Studies confirm an inverse relationship with serum vitamin D3 and multiple myeloma. I had a bone marrow transplant in ’95 increasing my risk of skin cancer further.
I mention this only to go on record that this blog post is not about getting people to get less sun exposure. Some people will sit in the sun regardless. This blog post is designed to raise the possibility that supplementing with vitamin D3 may be an inexpensive way to reduce the risks of both Non-Melanoma Skin cancer (BCC and SCC) as well as Melanoma Skin Cancer.
Melanoma is a complicated, sometimes aggressive, sometimes not aggressive, cancer. There are a host of evidence-based, non-toxic therapies that can reduce the risk of both non-melanoma and melanoma skin cancers.
The studies linked and excerpted below state that humans are healthier with vitamin D3 in their blood. Further, while a little bit of U.V. light is okay, too much U.V. predisposes you to skin cancers. I see the solution as being Vitamin D3 supplementation. I take 1000 mg x 3 daily with food.
To learn more about other evidence-based therapies that can help prevent the development of non-melanoma skin cancer or relapse, please watch the short video below:
Non-Melanoma Skin Cancer at a Glance-
Melanoma at a glance-
I am both a long-term cancer survivor and cancer coach. Have you been diagnosed with either basal cell or squamous cell carcinoma? Or melanoma? Scroll down the page and let me know.

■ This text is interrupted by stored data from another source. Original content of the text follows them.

function judge(
  tr: Trajectory,
  p: number,
  q: number,
  eq: Float64Array | undefined,
  tol: number,
  broke: string,
  steps: number,
): Verdict {
  const N = tr.length;
  // Without an equilibrium, the movement per step stands in for the distance.
  const r = eq ? tr.distance : movement(tr, p, q);
  const fin = r[N - 1];
  const base = { finalDistance: eq ? fin : NaN, tolerance: tol };
  if (broke || N < steps + 1) {
    return {
      ...base,
      verdict: "diverged",
      reason: `stopped at step ${N - 1} of ${steps}: ${broke}`,
      growth: Infinity,
      period: NaN,
      amplitude: NaN,
    };
  }
  const q1 = Math.floor(N / 4), q2 = Math.floor(N / 2), q3 = Math.floor((3 * N) / 4);
  const mid = mean(r, q1, q2), late = mean(r, q3, N);
  const growth = late / Math.max(mid, 1e-300);
  let lo = Infinity, hi = -Infinity;
  for (let i = q3; i < N; i++) {
    lo = Math.min(lo, r[i]);
    hi = Math.max(hi, r[i]);
  }
  const amplitude = (hi - lo) / 2;
  // Period from the crossings of its mean, over the second half, by the coordinate that
  // varies most there.
  const period = oscillationPeriod(tr, p, q, q2);
  const out = (verdict: Verdict["verdict"], reason: string): Verdict => ({
    ...base,
    verdict,
    reason,
    growth,
    period: verdict === "cycling" ? period : NaN,
    amplitude,
  });
  const f = (x: number) => formatNumber(x, 3);
  const what = eq ? "distance to the equilibrium" : "movement per step";
  if (eq && fin <= tol) {
    return out("converged", `${what} ${f(fin)} <= tolerance ${f(tol)} at the end`);
  }
  if (!eq && fin <= tol * 1e-3) {
    return out(
      "converged",
      `the iterates stopped moving (${f(fin)} per step); no equilibrium known`,
    );
  }
  if (growth > 1.1) {
    return out(
      "diverged",
      `${what} grows: last quarter's mean is ${f(growth)}x the second quarter's`,
    );
  }
  if (growth < 0.9) {
    return out(
      "converged",
      `${what} decays (last quarter's mean is ${f(growth)}x the second quarter's), ` +
        `${f(fin)} at the end; not yet within tolerance ${f(tol)}: run longer to reach it`,
    );
  }
  return out(
    "cycling",
    `${what} stays bounded without decaying (last/second quarter ${f(growth)}, between ` +
      `${f(lo)} and ${f(hi)})${Number.isFinite(period) ? `, period ≈ ${f(period)} steps` : ""}`,
  );
}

“The International Agency for Research on Cancer has noted that there is sufficient evidence from studies in animals and in man to establish ultraviolet radiation as a human carcinogen. Skin cancer has been the most commonly studied cancer site with respect to UV radiation. The nature and timing of sun exposure appear to be important determinants of both the degree of risk and the type of skin cancer…

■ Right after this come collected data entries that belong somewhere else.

/**
 * The trained discriminator's section: V(D, G) from its outputs, its gap to D* of the
 * density fits, calibration (ECE, Brier score, reliability diagram) and its mean output on
 * each side.
 *
 * @module
 */
import type { Density } from "../density/mod.ts";
import { discriminatorGap } from "../discriminator/mod.ts";
import { meanEstimate } from "../estimate/mod.ts";
import type { Estimate } from "../estimate/mod.ts";
import { escapeHtml, htmlTable } from "../display/mod.ts";
import { plotReliability } from "../plot/mod.ts";
import { valueFunction } from "../value/mod.ts";
import { DENSITY_FITS } from "./section_density.ts";
import { formatShort } from "./estimate_json.ts";
import type { ReportSection } from "./types.ts";

function probabilities(x: Float64Array, scale: "prob" | "logit"): Float64Array {
  return scale === "prob" ? x : x.map((v) => 1 / (1 + Math.exp(-v)));
}

/**
 * The discriminator section (runs when outputs are given): the value of the game for the
 * trained D (Goodfellow et al. 2014, eq. 1), its gap V(D*, G) − V(D, G) when the density
 * route ran, expected calibration error and Brier score (Guo et al. 2017; Brier 1950), and
 * the mean output on each side (1/2 on both at the equilibrium).
 *
 * @example
 * ```ts
 * import { discriminatorSection } from "./section_discriminator.ts";
 * import assert from "node:assert/strict";
 * assert.equal(discriminatorSection.id, "discriminator");
 * ```
 */
export const discriminatorSection: ReportSection = {
  id: "discriminator",
  title: "The trained discriminator",
  applies(ctx) {
    return ctx.inputs.scores ? true : "no discriminator outputs given (--scores, or --d-real " +
      "with --d-fake)";
  },
  keys(ctx) {
    const base = ["value", "ece", "brier", "meanOutputReal", "meanOutputFake"];
    const withFits = ctx.plan.density.kind === "none"
      ? []
      : ["optimalValue", "gap", "eceVsOptimal"];
    return [...base, ...withFits].map((k) => `estimates.discriminator.${k}`);
  },
  run(ctx, out) {
    const scores = ctx.inputs.scores!;
    const { plan } = ctx;
    const seed = `${plan.seed}:discriminator`;
    const fits = ctx.shared.get(DENSITY_FITS) as { pData: Density; pModel: Density } | undefined;
    const outputs = { dReal: scores.real, dFake: scores.fake, scale: scores.scale };
    ctx.onProgress("discriminator: value and calibration", 0);
    const value = valueFunction({
      ...outputs,
      seed,
      level: plan.level,
      replicates: plan.sampleReplicates,
    });
    const gap = discriminatorGap({
      ...outputs,
      real: ctx.inputs.real.samples,
      fake: ctx.inputs.fake.samples,
      ...(fits ?? {}),
      seed,
      level: plan.level,
      replicates: plan.sampleReplicates,
    });
    const est: Record<string, Estimate> = {
      value,
      ece: gap.ece,
      brier: gap.brier,
      meanOutputReal: meanEstimate(probabilities(scores.real, scores.scale), {
        level: plan.level,
        method: "sample mean",
        unit: "probability",
      }),
      meanOutputFake: meanEstimate(probabilities(scores.fake, scores.scale), {
        level: plan.level,
        method: "sample mean",
        unit: "probability",
      }),
    };
    if (fits && gap.optimalValue && gap.gap && gap.eceVsOptimal) {
      est.optimalValue = gap.optimalValue;
      est.gap = gap.gap;
      est.eceVsOptimal = gap.eceVsOptimal;
    }
    out.estimates.discriminator = est;
    out.methods.discriminator = {
      scale: scores.scale,
      scaleReason: scores.scaleReason,
      replicates: plan.sampleReplicates,
      bins: gap.bins.length,
      reference: fits ? "D* of the density fits" : "none (no density route)",
      seed,
    };
    const rows: [string, Estimate][] = [
      ["V(D, G) of the trained D", value],
      ...(est.optimalValue
        ? [["V(D*, G) on the same rows", est.optimalValue] as [string, Estimate]]
        : []),
      ...(est.gap ? [["gap V(D*, G) − V(D, G)", est.gap] as [string, Estimate]] : []),
      ["expected calibration error", est.ece],
      ...(est.eceVsOptimal
        ? [["mean |D − D*| by bin (ECE against D*)", est.eceVsOptimal] as [string, Estimate]]
        : []),
      ["Brier score", est.brier],
      ["mean D on real rows", est.meanOutputReal],
      ["mean D on generated rows", est.meanOutputFake],
    ];
    out.html.push(
      `<p>Outputs: ${escapeHtml(scores.paths.join(", "))} (${escapeHtml(scores.scaleReason)}).</p>`,
      htmlTable(["quantity", "estimate"], rows, "The trained discriminator D on the given rows"),
    );
    out.headlines.push(
      `Trained D: V(D, G) ${formatShort(value)} nats` +
        (est.gap ? `, ${formatShort(est.gap)} below V(D*, G)` : "") +
        `; mean output on generated rows ${formatShort(est.meanOutputFake)} (1/2 at equilibrium).`,
    );
    out.figures.push({
      name: "reliability",
      figure: plotReliability(gap),
      caption: "Reliability of the trained D: observed fraction of real rows by predicted D" +
        (fits ? ", against D* of the fits." : "."),
    });
    out.notes.push(...gap.notes.slice(0, 2));
  },
};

It has been estimated that solar ultraviolet radiation accounts for approximately 93 percent of skin cancers and about half of lip cancers…
Several recent studies suggest a possible inverse relationship between ultraviolet radiation exposure and risk of non-Hodgkin lymphoma, colon, breast and prostate cancer, and investigators have speculated that this might be due to the higher serum levels of vitamin D stimulated by high lifetime sun exposure.
Further, studies conducted within cohorts using stored pre-diagnostic serum suggest that those with high levels of vitamin D have lower incidence rates of a number of malignancies, particularly colon cancer. However, since serum vitamin D levels can be raised through the use of supplements without increasing risk for skin lip and other known UV-related cancers, changes to health policy with regard to exposure are not merited at this point.”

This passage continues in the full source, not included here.